Au-delà du cycle de production, l’économie circulaire repose sur une série de principes qui tous, participent à allonger la durée de vie des produits. Un objectif qui peut être atteint en facilitant leur réparation par les consommateurs ou en permettant leur réemploi ou leur réutilisation : en relançant dans le circuit économique des produits qui ne correspondent plus aux besoins du consommateur initial, ils connaissent alors une seconde jeunesse. C’est le cas d’un pneu de voiture qui même usé, peut être utilisé sur un autre véhicule (réemploi) avant que sa chambre à air ne serve de bouée ou de protection le long d’un quai (réutilisation).

En fin de cycle, le recyclage ne conserve que la matière : notre fameux pneu sera broyé pour en récupérer une poudrette de caoutchouc réutilisable comme matière première ainsi que du fil métallique qui pourra être fondu et réutilisé. Et ce n’est toujours pas fini : ultime stade du cercle vertueux, la valorisation permet encore d’exploiter le contenu énergétique de la matière. Des poussières de bois issues d’un process de production peuvent par exemple finir incinérées dans l’entreprise en vue d’une substitution aux combustibles « non renouvelables ».

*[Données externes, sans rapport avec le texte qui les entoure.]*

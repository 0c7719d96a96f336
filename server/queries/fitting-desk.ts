import { lawOf } from "../../shared/acoustics/exchange-law";
import { outsideCriterion } from "../../shared/acoustics/outside-criterion";
import { isInNoise } from "../../shared/acoustics/protection/at-ear";
import {
  type Offer,
  type OwnFit,
  ProtectorChoice,
  type WornGear,
} from "../../shared/acoustics/protection/choose-protector";
import type { DayInput, TimedTask } from "../../shared/acoustics/types";
import type { Candidate, FitPolicyInput, FittingDesk } from "../../shared/schemas/fit";
import type { ProtectorUse } from "../../shared/schemas/protector";
import { todayAt } from "../lib/calendar";
import { rows } from "../lib/db";
import { only } from "../lib/only";
import { type Actor, abilities, visible } from "../lib/policy";
import type { Worker } from "../models/worker";
import { fitPolicy, issuePolicy, protectorPolicy } from "../policies";
import { PROTECTOR_COLUMNS, toProtector } from "./day-inputs";
import { listFitTests } from "./fit-tests";
import { FIT_POLICY } from "./sites";
import { type WorkerNoise, workerNoise } from "./worker-noise";

/** Tests that the desk shows; the worker's page has all of them. */
const LATEST_TESTS = 50;

/**
 * A worker at the fitting desk: what the noise asks for, the register in the order in which it suits, what was tried and
 * what is out.
 *
 * @throws AppError not-computed, where the site has no rules today.
 */
export async function fittingDesk(actor: Actor, worker: Worker): Promise<FittingDesk> {
  const { policy, timeZone, ...facts } = only(await deskHead(worker.id));
  const today = todayAt(timeZone);
  const noise = await workerNoise(worker, today);
  const tests = await listFitTests(actor, { workerId: worker.id, limit: LATEST_TESTS });
  const can = abilities(fitPolicy, actor, worker);
  return {
    worker: { ...facts, personalTargetDb: worker.personalTargetDb },
    ruleSetKey: noise.governing.key,
    ruleSetVersion: noise.governing.version,
    need: noise.need,
    policy,
    candidates: await candidates(actor, worker, noise, today, [
      ...new Set([...facts.wornGear, ...(await gearOf(noise.day))]),
    ]),
    tests: tests.rows,
    issued: await issuedTo(actor, worker.id),
    can: { test: can.test, issue: can.issue },
  };
}

function deskHead(workerId: string) {
  return rows<
    Omit<FittingDesk["worker"], "personalTargetDb"> & {
      policy: FitPolicyInput;
      timeZone: string;
    }
  >(
    `SELECT w.id, w.site_id AS "siteId", s.name AS "siteName", w.name, w.employee_number AS "employeeNumber", j.name AS "jobName",
       w.worn_gear AS "wornGear", s.time_zone AS "timeZone", ${FIT_POLICY} AS policy
     FROM workers w JOIN sites s ON s.id = w.site_id LEFT JOIN jobs j ON j.id = w.job_id WHERE w.id = :workerId`,
    { workerId },
  );
}

/** What the tasks of a day ask to be worn beside a protector. */
async function gearOf(day: DayInput | null): Promise<WornGear[]> {
  const ids = day?.shifts.flatMap(({ tasks }) => tasks.map(({ taskId }) => taskId)) ?? [];
  if (ids.length === 0) return [];
  const found = await rows<{ gear: WornGear }>(
    "SELECT DISTINCT unnest(required_gear) AS gear FROM tasks WHERE id IN (:ids)",
    { ids },
  );
  return found.map(({ gear }) => gear);
}

/** The register's single devices in the order of suitability for this worker's noise. */
async function candidates(
  actor: Actor,
  worker: Worker,
  { governing, day, need }: WorkerNoise,
  date: string,
  wornGear: readonly WornGear[],
): Promise<Candidate[]> {
  const offers = await offersAt(actor, worker.siteId, date);
  const noises = day && need.outsideDb !== null ? noisesOf(day, governing.protection.adequacy) : [];
  const law = { ...lawOf(outsideCriterion(governing)), table: null, thresholdDb: null };
  const choice = new ProtectorChoice(offers, governing.protection, law);
  return choice.for({
    noises,
    personalTargetDb: worker.personalTargetDb,
    wornGear,
    wornMin: noises.reduce((sum, { durationMin }) => sum + durationMin, 0),
    fits: await fitsOf(worker.id, date),
  });
}

type Noise = TimedTask & { level: NonNullable<TimedTask["level"]> };

/** By EN 458 the tasks in noise; where the shift is judged, all of it. */
function noisesOf(day: DayInput, adequacy: string): Noise[] {
  return day.shifts
    .flatMap(({ tasks }) => tasks)
    .filter((task): task is Noise => task.level !== null && task.durationMin > 0)
    .filter(
      (task) => adequacy === "appendix-b" || day.mustWear || isInNoise(task, day.site.wearFromDb),
    );
}

type OfferRow = Parameters<typeof toProtector>[0] & { stock: number | null };

async function offersAt(actor: Actor, siteId: string, date: string): Promise<Offer[]> {
  const found = await rows<OfferRow>(
    `SELECT DISTINCT ON (m.id) ${PROTECTOR_COLUMNS},
       (SELECT sum(k.quantity)::int FROM stock_moves k WHERE k.site_id = :siteId AND k.model_id = m.id AND k.part = 'device') AS stock
     FROM protector_models m JOIN protector_model_revisions p ON p.model_id = m.id AND p.effective_from <= :date
     WHERE NOT m.is_archived AND ${visible(protectorPolicy, actor, "m")} ORDER BY m.id, p.effective_from DESC, p.number DESC`,
    { siteId, date },
  );
  return found.map(({ stock, ...model }) => ({
    inner: toProtector(model),
    outer: null,
    combinationBands: null,
    name: model.name,
    worksWith: { ...NOT_STATED, ...(model.data as Partial<ProtectorUse>).worksWith },
    isArchived: false,
    stock,
  }));
}

const NOT_STATED = { helmet: null, glasses: null, respirator: null };

/** The fit that counts, by model. */
async function fitsOf(workerId: string, date: string): Promise<Map<string, OwnFit>> {
  const found = await rows<OwnFit & { modelId: string }>(
    `SELECT DISTINCT ON (f.model_id) f.model_id AS "modelId", v.par_db AS "parDb", v.has_passed AS "hasPassed", f.tested_on::text AS "testedOn"
     FROM fit_tests f JOIN fit_test_revisions v ON v.id = f.current_revision_id
     WHERE f.worker_id = :workerId AND NOT f.is_void AND v.par_db IS NOT NULL AND f.tested_on <= :date
     ORDER BY f.model_id, f.tested_on DESC, f.created_at DESC`,
    { workerId, date },
  );
  return new Map(found.map(({ modelId, ...fit }) => [modelId, fit]));
}

function issuedTo(actor: Actor, workerId: string): Promise<FittingDesk["issued"]> {
  return rows<FittingDesk["issued"][number]>(
    `SELECT i.id, i.revision, i.model_id AS "modelId", m.name AS "modelName", i.size, i.issued_on::text AS "issuedOn",
       i.acknowledged_at IS NOT NULL AS "isAcknowledged"
     FROM protector_issues i JOIN protector_models m ON m.id = i.model_id
     WHERE i.worker_id = :workerId AND i.ended_on IS NULL AND ${visible(issuePolicy, actor, "i")} ORDER BY i.issued_on DESC, i.created_at DESC`,
    { workerId },
  );
}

Protectrice des ressources, l’économie circulaire n’oublie pas de cibler une rentabilité économique.  Au niveau de l’entreprise, la démarche permet une réduction des déchets et des rejets et à plus ou moins court terme, une baisse de ses coûts de production.  Tout cela en répondant à l’évolution de la réglementation et à une exigence croissante de la part des consommateurs et de la société.

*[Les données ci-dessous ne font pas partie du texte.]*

import type { z } from "zod";
import { foldOrders, ORDER_KINDS } from "../../shared/findings/orders";
import { formatTime } from "../../shared/format/date";
import type { CrewSheetRow, CrewSheetView } from "../../shared/schemas/crew";
import type { FindingKind, FindingState } from "../../shared/schemas/finding";
import { todayAt } from "../lib/calendar";
import { row, rows } from "../lib/db";
import { groupBy } from "../lib/group-by";
import { type Actor, visible } from "../lib/policy";
import type { Crew } from "../models/worker";
import { crewPolicy, findingPolicy } from "../policies";
import { dayFiguresOf } from "./day-figures";
import { crewMembers } from "./day-grid";
import { expectedDays } from "./expected-days";
import { RULES_UNTIL } from "./finding-view";
import { waitingHandOver } from "./hand-over-waiting";
import { nextShiftDate } from "./next-shift";
import { settingsInForce } from "./site-settings";

interface OrderRow {
  workerId: string;
  findingId: string;
  kind: FindingKind;
  state: FindingState;
  facts: Record<string, unknown>;
  lastDate: string;
  rulesUntil: string | null;
  revision: number;
  siteId: string;
}

/** A crew's expected day, computed from roster, nominal day and usual task levels, beside its last recorded one. */
export async function crewSheet(actor: Actor, crew: Crew): Promise<z.input<typeof CrewSheetView>> {
  const site = await row<{ timeZone: string }>(
    `SELECT time_zone AS "timeZone" FROM sites WHERE id = :id`,
    { id: crew.siteId },
  );
  const timeZone = site?.timeZone ?? "UTC";
  const today = todayAt(timeZone);
  const last = await row<{ date: string }>(
    "SELECT max(date)::text AS date FROM days WHERE crew_id = :crewId AND date <= CAST(:today AS date) AND current_result_id IS NOT NULL",
    { crewId: crew.id, today },
  );
  const lastDate = last?.date ?? null;
  // A shift that is over and recorded is expected no more.
  const expectedDate =
    lastDate === today && isShiftOver(crew, timeZone) ? await nextShiftDate(crew.id, today) : today;
  const settings = await settingsInForce(crew.siteId, expectedDate);
  const members = await crewMembers(crew.id, expectedDate);
  const orders = await openOrders(
    actor,
    members.map(({ id }) => id),
  );
  const expected = await expectedOf(crew, expectedDate, members, settings);
  const before = lastDate ? await crewMembers(crew.id, lastDate) : [];
  const recorded = lastDate
    ? await dayFiguresOf(
        before.map(({ id }) => id),
        lastDate,
      )
    : new Map();
  const toRow = (
    member: (typeof members)[number],
    figures: CrewSheetRow["figures"],
  ): CrewSheetRow => ({
    worker: {
      id: member.id,
      name: member.name,
      employeeNumber: member.employeeNumber,
      employer: member.employer,
      employerName: member.employerName,
    },
    isAbsent: member.isAbsent,
    isLoan: member.isLoan,
    lentBy: member.lentBy,
    lentTo: member.lentTo,
    figures,
    order: orders.get(member.id) ?? null,
  });
  const byUrgency = (a: CrewSheetRow, b: CrewSheetRow) =>
    Number(b.order !== null) - Number(a.order !== null) ||
    (b.figures?.atEarDb ?? -1) - (a.figures?.atEarDb ?? -1) ||
    a.worker.name.localeCompare(b.worker.name);
  return {
    crew: {
      id: crew.id,
      name: crew.name,
      siteId: crew.siteId,
      usualStart: crew.usualStart.slice(0, 5),
      usualLengthMin: crew.usualLengthMin,
      timeZone,
    },
    crews: await rows<{ id: string; name: string }>(
      `SELECT c.id, c.name FROM crews c WHERE NOT c.is_archived AND ${visible(crewPolicy, actor, "c")} ORDER BY c.name`,
    ),
    governingRuleSet: settings.governingRuleSet,
    ruleSetVersion: settings.ruleSetVersion,
    expected: {
      date: expectedDate,
      rows: members.map((member) => toRow(member, expected.get(member.id) ?? null)).sort(byUrgency),
    },
    last: {
      date: lastDate,
      rows: before.map((member) => toRow(member, recorded.get(member.id) ?? null)).sort(byUrgency),
    },
    handOver: await waitingHandOver(actor, crew.id),
  };
}

/** By the clock of the site; one that runs past midnight is over on the next date only. */
function isShiftOver({ usualStart, usualLengthMin }: Crew, timeZone: string): boolean {
  const [hour, minute] = usualStart.split(":").map(Number);
  const now = formatTime(new Date().toISOString(), timeZone).split(":").map(Number);
  return (now[0] ?? 0) * 60 + (now[1] ?? 0) >= (hour ?? 0) * 60 + (minute ?? 0) + usualLengthMin;
}

/** The figures of those who are there. */
async function expectedOf(
  { siteId, usualLengthMin }: Crew,
  date: string,
  members: Awaited<ReturnType<typeof crewMembers>>,
  settings: Awaited<ReturnType<typeof settingsInForce>>,
) {
  const there = members
    .filter(({ isAbsent, lentTo }) => !isAbsent && lentTo === null)
    .map((member) => ({ ...member, usualLengthMin }));
  const days = await expectedDays(siteId, date, there, settings);
  return new Map(
    [...days].map(([workerId, summary]): [string, NonNullable<CrewSheetRow["figures"]>] => {
      const { decidingTaskId: _, dosePct: __, doseBound: ___, ...figures } = summary;
      // Nothing is stored of a day to come: the id is the worker's own, so that a list has a key.
      return [workerId, { ...figures, resultId: workerId, origin: "computed" }];
    }),
  );
}

/**
 * One order for each worker, from what the rules that govern now ask for. What rests on earlier rules stays on the sheet,
 * named as such, only until a day has been judged by the new ones: from then on that day decides, and the finding is the
 * officer's to close.
 */
async function openOrders(
  actor: Actor,
  workerIds: readonly string[],
): Promise<Map<string, NonNullable<CrewSheetRow["order"]>>> {
  if (workerIds.length === 0) return new Map();
  const found = await rows<OrderRow>(
    `SELECT * FROM (SELECT f.worker_id AS "workerId", f.id AS "findingId", f.kind, f.state, f.facts, f.last_date::text AS "lastDate",
       ${RULES_UNTIL} AS "rulesUntil", f.revision, f.site_id AS "siteId" FROM findings f
     WHERE f.worker_id = ANY (CAST(:ids AS uuid[])) AND f.state <> 'closed' AND ${visible(findingPolicy, actor, "f")}) open
     WHERE "rulesUntil" IS NULL OR NOT EXISTS (SELECT 1 FROM days d WHERE d.worker_id = open."workerId"
       AND d.date >= CAST(open."rulesUntil" AS date) AND d.current_result_id IS NOT NULL)`,
    { ids: `{${workerIds.join(",")}}` },
  );
  const ofSheet = found.filter(({ kind }) => ORDER_KINDS.includes(kind));
  return new Map(
    [...groupBy(ofSheet, ({ workerId }) => workerId)].map(([workerId, findings]) => {
      const { siteId, ...lead } = foldOrders(findings)[0]!.lead;
      const { findingId, kind, state, facts, rulesUntil, revision } = lead;
      const canMarkDone = findingPolicy.can.markDone(actor, { siteId }) && state !== "done";
      return [workerId, { findingId, kind, state, facts, rulesUntil, revision, canMarkDone }];
    }),
  );
}
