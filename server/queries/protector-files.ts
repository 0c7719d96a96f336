import type { ProtectorFileView } from "../../shared/schemas/protector";
import { rows } from "../lib/db";

export type ProtectorFileRow = Omit<ProtectorFileView, "createdAt"> & { createdAt: Date };

/** Data sheets that stand with a model the actor may see, the latest first. */
export async function listProtectorFiles(modelId: string): Promise<ProtectorFileRow[]> {
  return rows<ProtectorFileRow>(
    `SELECT p.id, p.file_id AS "fileId", p.title, f.name AS "fileName", f.size_bytes::float8 AS "sizeBytes", u.name AS "authorName",
       p.created_at AS "createdAt"
     FROM protector_files p JOIN files f ON f.id = p.file_id LEFT JOIN users u ON u.id = p.author_id
     WHERE p.model_id = :modelId AND NOT p.is_removed ORDER BY p.created_at DESC, p.id`,
    { modelId },
  );
}
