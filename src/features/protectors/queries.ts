import { queryOptions, useMutation, useQueryClient } from "@tanstack/react-query";
import type { z } from "zod";
import {
  CombinationList,
  ProtectorDetail,
  type ProtectorFileInput,
  ProtectorFileList,
  ProtectorList,
} from "../../../shared/schemas/protector";
import { api } from "../../lib/api";

export const protectorQueries = {
  all: ["protectors"] as const,
  list: () =>
    queryOptions({
      queryKey: [...protectorQueries.all, "list"],
      queryFn: ({ signal }) => api.get("/protectors", { schema: ProtectorList, signal }),
    }),
  one: (id: string) =>
    queryOptions({
      queryKey: [...protectorQueries.all, id],
      queryFn: ({ signal }) => api.get(`/protectors/${id}`, { schema: ProtectorDetail, signal }),
    }),
  files: (id: string) =>
    queryOptions({
      queryKey: [...protectorQueries.all, id, "files"],
      queryFn: ({ signal }) =>
        api.get(`/protectors/${id}/files`, { schema: ProtectorFileList, signal }),
    }),
  combinations: (modelId: string) =>
    queryOptions({
      queryKey: [...protectorQueries.all, modelId, "combinations"],
      queryFn: ({ signal }) =>
        api.get("/protector-combinations", {
          query: { modelId },
          schema: CombinationList,
          signal,
        }),
    }),
};

/** Attaches a data sheet that was sent, or takes one off. */
export function useProtectorFiles(id: string) {
  const client = useQueryClient();
  const take = (list: z.infer<typeof ProtectorFileList>) =>
    client.setQueryData(protectorQueries.files(id).queryKey, list);
  const attach = useMutation({
    mutationFn: ({ body, key }: { body: ProtectorFileInput; key: string }) =>
      api.post(`/protectors/${id}/files`, {
        body,
        schema: ProtectorFileList,
        idempotencyKey: key,
      }),
    onSuccess: take,
  });
  const remove = useMutation({
    mutationFn: ({ fileId, reason, key }: { fileId: string; reason: string; key: string }) =>
      api.post(`/protectors/${id}/files/${fileId}/removal`, {
        body: { reason },
        schema: ProtectorFileList,
        idempotencyKey: key,
      }),
    onSuccess: take,
  });
  return { attach, remove };
}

Des structures vous accompagnent

  • Le Cd2e : aide à la création, mutation écologique, études de filières… Ce pôle régional installé à Loos-en-Gohelle et dédié aux éco-activités accompagne les entreprises qui s’interrogent sur l’écoconstruction, la gestion de l’eau et de l’énergie, les éco-matériaux le recyclage et la valorisation des déchets…
  • Team2: ce pôle de compétitivité  fédère des entreprises, de toute taille, des laboratoires de recherche et des établissements de formation. Il développe la recherche et les applications industrielles dans le domaine des écotechnologies, des éco-matériaux, du recyclage et la dépollution. A la clef, 55 projets déjà labellisés en 6 ans.
  • [avniR] Concentrée sur l’Analyse du Cycle de Vie (ACV), la plateforme [avniR] travaille dans une dynamique collaborative avec les pôles et les clusters, l’enseignement supérieur, les laboratoires et les partenaires institutionnels dans les Hauts-de-France, mais aussi à l’étranger.
  • Syneo: Installé à Valenciennes, le pôle Synéo permet aux entreprises membres de faire progresser leur performance de façon durable : pratiques managériales, compétitivité économique et pérennisation de l’activité, mise en œuvre de l’écologie industrielle…
  • Ecopal: fondée dès 2001 à Grande-Synthe, l’association Ecopal participe à la transition du bassin industriallo-portuaire du Dunkerquois. Observatoire autant que créateur de liens entre les acteurs privés et publics, Ecopal fédère déjà plus de 450 entreprises.
  • Enfin, la CCI Nord de France propose des accompagnements méthodologiques au déploiement de l’économie circulaire.  Cette méthodologie s’appuie sur l’alternance de phase collectives (en groupe de 5 à 8 entreprises) et de phases individuelles afin de coller au mieux aux besoins des entreprises. Le but, in fine, est de co-écrire avec l’entreprise sont plan d’action pour les prochaines années à venir et ensuite l’aider dans le déploiement des actions au quotidien.